Боксерское сообщество уже лишило Али чемпионского титула. Теперь, когда он подвергся еще более серьезному наказанию, белые журналисты набросились на него с новой силой. Они называли Али трусом и предателем, уличали его в неблагодарности за все, что Америка для него сделала, говорили о том, что страна позволила ему (словно бы для этого требовалось разрешение) подняться из нищеты, чтобы стать одним из самых известных людей своего времени: героем для своего народа и примером для молодежи.
В отличие от своих белых коллег некоторые темнокожие журналисты были более беспристрастными. Пока одни жаловались, что боксер подвел свою страну, другие отмечали, что Али явно был жертвой дискриминации и преследовался правительством за свой цвет кожи и религию. «Клей должен служить в армии так же, как и любой другой типичный здоровый американский парень, – писал Джеймс Хикс в Louisville Defender. – Но кто, как не армия Соединенных Штатов, может поставить нахального негра на место?» Раньше Али считали великим спортсменом и бунтарем с особым отношением к религии; теперь, по крайней мере в глазах некоторых людей, он был мучеником, жертвой расизма, врагом американского милитаризма и борцом за нечто большее, чем деньги или чемпионские титулы.
Через три дня после вынесения приговора Али стоял на мусорном баке и обращался к антивоенным демонстрантам в Лос-Анджелесе. «Я с вами, – сказал он. – Я на сто процентов поддерживаю все, что нацелено на мир и прекращение убийства. Я не лидер. Я здесь не для того, чтобы учить вас. Но я призываю вас не молчать и прекратить эту войну». Вскоре после того, как Али покинул демонстрацию, полиция напала на протестующих. В тот вечер, когда Али увидел по телевизору беспорядки, он поклялся больше не участвовать в демонстрациях.
Растущее число антивоенных протестов привело в ярость Эдгара Гувера, директора ФБР. Гувер прибегнул к программе контрразведки (COINTELPRO), чтобы нейтрализовать растущее движение темнокожих активистов, которые, как Али и Мартин Лютер Кинг, стремительно расширяли границы своей деятельности. По словам Шарлотты Уодделл, двоюродной сестры Али, агенты ФБР следили за его домом в Чикаго. Она некоторое время проживала в цокольном этаже дома и сказала, что агенты ФБР предлагали ей шпионить за «Нацией ислама» и за Али, но она отказалась.

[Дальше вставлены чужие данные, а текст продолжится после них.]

// Tests for the genetic operators (server/engine/operators.h), held against the
// published examples and derivations listed in REFERENCES.md.
#include "server/engine/operators.h"

#include <algorithm>
#include <cmath>
#include <memory>
#include <numeric>
#include <vector>

#include "gtest/gtest.h"

namespace skerry::engine {
namespace {

using skerry::v1::CrossoverSpec;
using skerry::v1::SelectionSpec;

RandomStream Stream(uint32_t slot = 0, uint64_t seed = 1989) {
  StreamKey key;
  key.run_seed = seed;
  key.purpose = StreamPurpose::kSelection;
  key.slot = slot;
  return RandomStream(key);
}

std::vector<int> Counts(const std::vector<int>& picks, int n) {
  std::vector<int> counts(n, 0);
  for (int p : picks) {
    EXPECT_GE(p, 0);
    EXPECT_LT(p, n);
    if (p >= 0 && p < n) ++counts[p];
  }
  return counts;
}

// Goldberg 1989, ch. 1, f(x)=x^2 example: strings 01101, 11000, 01000, 10011.
const std::vector<double> kGoldbergFitness = {169, 576, 64, 361};

std::vector<double> Bits(const char* s) {
  std::vector<double> genes;
  for (; *s != '\0'; ++s) genes.push_back(*s == '1' ? 1.0 : 0.0);
  return genes;
}

TEST(RankBestFirstTest, OrdersByDirectionWithFailuresLastAndTiesByIndex) {
  const std::vector<double> scores = {3, 1, 2, 1, 0};
  const bool valid[] = {true, true, true, true, false};
  EXPECT_EQ(RankBestFirst(scores, valid, /*maximize=*/false),
            (std::vector<int>{1, 3, 2, 0, 4}));
  EXPECT_EQ(RankBestFirst(scores, valid, /*maximize=*/true),
            (std::vector<int>{0, 2, 1, 3, 4}));
}

TEST(RankBestFirstTest, NaNScoreRanksWithTheFailures) {
  const std::vector<double> scores = {std::nan(""), 5, 4};
  const bool valid[] = {true, true, true};
  EXPECT_EQ(RankBestFirst(scores, valid, false), (std::vector<int>{2, 1, 0}));
}

TEST(ScaleFitnessTest, RawKeepsGoldbergFitnessAsWeights) {
  const bool valid[] = {true, true, true, true};
  auto w = ScaleFitness(kGoldbergFitness, valid, true, skerry::v1::RAW, 2.0);
  ASSERT_TRUE(w.ok()) << w.status();
  EXPECT_EQ(*w, kGoldbergFitness);
}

Возможно, Гувер был параноиком и расистом. Возможно, он вел себя как тиран. Но у него могли быть реальные причины для беспокойства: когда такие влиятельные фигуры, как Али и Кинг, выступали против войны во Вьетнаме, все больше американцев начинали сомневаться в необходимости военной кампании; все больше людей задавались вопросом, почему они должны посылать своих сыновей на гибель в конфликте, суть которого они до конца не понимали. По словам активиста движения за гражданские права Джулиана Бонда, отказ Али воевать запустил цепную реакцию. «Люди начали говорить об этом на улицах, – сказал Бонд писателю Дэйву Зирину. – Это было у всех на устах. Али заставил людей, которые никогда не думали о войне, и черных, и белых, задуматься над этим вопросом. Последствия были ошеломительными». Позиция Али была не единственной причиной, по которой люди стали более критически относиться к войне. Журналисты во Вьетнаме снимали сюжеты и писали статьи об ужасах и бессмысленности конфликта. В то же время все больше молодых людей были призваны на службу. Как выразился Джулиан Бонд, поднялась «волна» вопросов: почему Америка была готова пожертвовать таким количеством жизней своих граждан во Вьетнаме? Почему среди жертв было непропорционально большое число чернокожих? Почему так много состоятельных белых мужчин уклонялись от службы, поступая в колледж или нанимая адвокатов, которые использовали лазейки в законе, в то время как на службу попадали бедные люди? И как гласила листовка «Студентов за демократическое общество»: «Что это за Америка, чей ответ на бедность и угнетение во Вьетнаме – напалм и дефолиация? Чей ответ на бедность и угнетение в Миссисипи – молчание?»